WHAT TO WORK ON: Count the lines below that contain the word "made", and reply with that number alone.

RECORDS FOR THE TASK:
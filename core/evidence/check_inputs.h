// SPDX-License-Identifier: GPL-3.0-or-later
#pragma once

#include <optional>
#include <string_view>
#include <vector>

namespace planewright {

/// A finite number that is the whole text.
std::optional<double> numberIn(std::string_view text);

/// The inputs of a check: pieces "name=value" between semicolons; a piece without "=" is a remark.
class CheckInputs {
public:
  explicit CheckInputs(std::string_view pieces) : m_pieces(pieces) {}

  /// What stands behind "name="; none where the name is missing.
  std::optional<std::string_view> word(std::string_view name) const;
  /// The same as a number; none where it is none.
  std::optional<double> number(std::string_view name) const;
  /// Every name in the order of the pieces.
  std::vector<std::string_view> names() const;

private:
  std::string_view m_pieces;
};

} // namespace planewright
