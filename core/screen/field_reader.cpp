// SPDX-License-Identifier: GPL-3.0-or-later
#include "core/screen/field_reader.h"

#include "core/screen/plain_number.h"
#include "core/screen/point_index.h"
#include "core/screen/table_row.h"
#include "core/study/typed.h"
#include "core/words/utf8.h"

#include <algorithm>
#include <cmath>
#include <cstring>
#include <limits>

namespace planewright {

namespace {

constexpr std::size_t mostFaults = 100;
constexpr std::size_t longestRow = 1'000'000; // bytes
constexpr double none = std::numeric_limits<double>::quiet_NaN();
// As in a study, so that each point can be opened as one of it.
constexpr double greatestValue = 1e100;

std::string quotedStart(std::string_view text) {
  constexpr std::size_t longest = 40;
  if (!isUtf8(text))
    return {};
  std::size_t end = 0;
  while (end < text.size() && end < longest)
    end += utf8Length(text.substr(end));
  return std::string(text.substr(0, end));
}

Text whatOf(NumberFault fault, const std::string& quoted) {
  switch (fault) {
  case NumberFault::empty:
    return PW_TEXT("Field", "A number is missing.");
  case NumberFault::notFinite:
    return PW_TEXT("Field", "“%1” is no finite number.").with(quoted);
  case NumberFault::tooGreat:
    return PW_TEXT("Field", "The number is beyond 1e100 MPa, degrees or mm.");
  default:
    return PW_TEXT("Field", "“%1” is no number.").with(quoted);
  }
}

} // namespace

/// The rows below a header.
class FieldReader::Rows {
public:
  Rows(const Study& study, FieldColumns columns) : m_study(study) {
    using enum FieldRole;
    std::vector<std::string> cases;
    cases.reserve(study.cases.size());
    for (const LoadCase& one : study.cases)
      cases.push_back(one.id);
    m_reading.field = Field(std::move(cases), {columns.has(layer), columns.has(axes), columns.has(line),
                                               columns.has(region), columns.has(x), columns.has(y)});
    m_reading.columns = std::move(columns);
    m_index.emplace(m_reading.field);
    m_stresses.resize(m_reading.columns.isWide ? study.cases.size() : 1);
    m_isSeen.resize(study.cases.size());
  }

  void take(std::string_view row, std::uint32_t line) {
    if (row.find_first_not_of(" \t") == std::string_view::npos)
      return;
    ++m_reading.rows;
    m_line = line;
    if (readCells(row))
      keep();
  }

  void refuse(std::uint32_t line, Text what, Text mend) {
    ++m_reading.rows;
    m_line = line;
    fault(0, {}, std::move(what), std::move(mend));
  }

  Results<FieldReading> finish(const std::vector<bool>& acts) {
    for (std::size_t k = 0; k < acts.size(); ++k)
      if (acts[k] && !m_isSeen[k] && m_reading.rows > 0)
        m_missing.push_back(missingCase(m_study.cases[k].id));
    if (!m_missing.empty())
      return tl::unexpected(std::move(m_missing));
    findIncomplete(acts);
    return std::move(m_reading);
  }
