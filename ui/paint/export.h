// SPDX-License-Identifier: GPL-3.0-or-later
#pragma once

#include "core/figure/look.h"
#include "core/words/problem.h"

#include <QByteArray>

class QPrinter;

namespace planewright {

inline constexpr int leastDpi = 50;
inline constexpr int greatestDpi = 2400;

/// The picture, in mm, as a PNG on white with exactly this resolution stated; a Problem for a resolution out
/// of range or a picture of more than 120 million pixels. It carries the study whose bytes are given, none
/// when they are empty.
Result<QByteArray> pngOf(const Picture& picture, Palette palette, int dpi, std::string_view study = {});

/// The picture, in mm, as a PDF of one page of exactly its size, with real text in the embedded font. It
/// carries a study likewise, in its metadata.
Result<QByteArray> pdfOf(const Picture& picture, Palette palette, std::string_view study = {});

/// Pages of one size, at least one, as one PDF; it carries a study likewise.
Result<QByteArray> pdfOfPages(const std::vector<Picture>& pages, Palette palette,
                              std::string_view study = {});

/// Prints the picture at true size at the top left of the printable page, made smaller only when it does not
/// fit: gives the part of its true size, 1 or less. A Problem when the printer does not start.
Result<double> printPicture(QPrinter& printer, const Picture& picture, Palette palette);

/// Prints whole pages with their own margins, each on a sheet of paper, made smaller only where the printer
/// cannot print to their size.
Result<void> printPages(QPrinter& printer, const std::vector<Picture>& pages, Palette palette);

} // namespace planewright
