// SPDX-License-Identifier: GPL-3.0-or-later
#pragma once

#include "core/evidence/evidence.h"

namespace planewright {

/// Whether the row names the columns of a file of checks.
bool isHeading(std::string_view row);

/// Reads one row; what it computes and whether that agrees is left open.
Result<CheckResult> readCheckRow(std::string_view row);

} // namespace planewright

EXERCISE OUTPUT: 2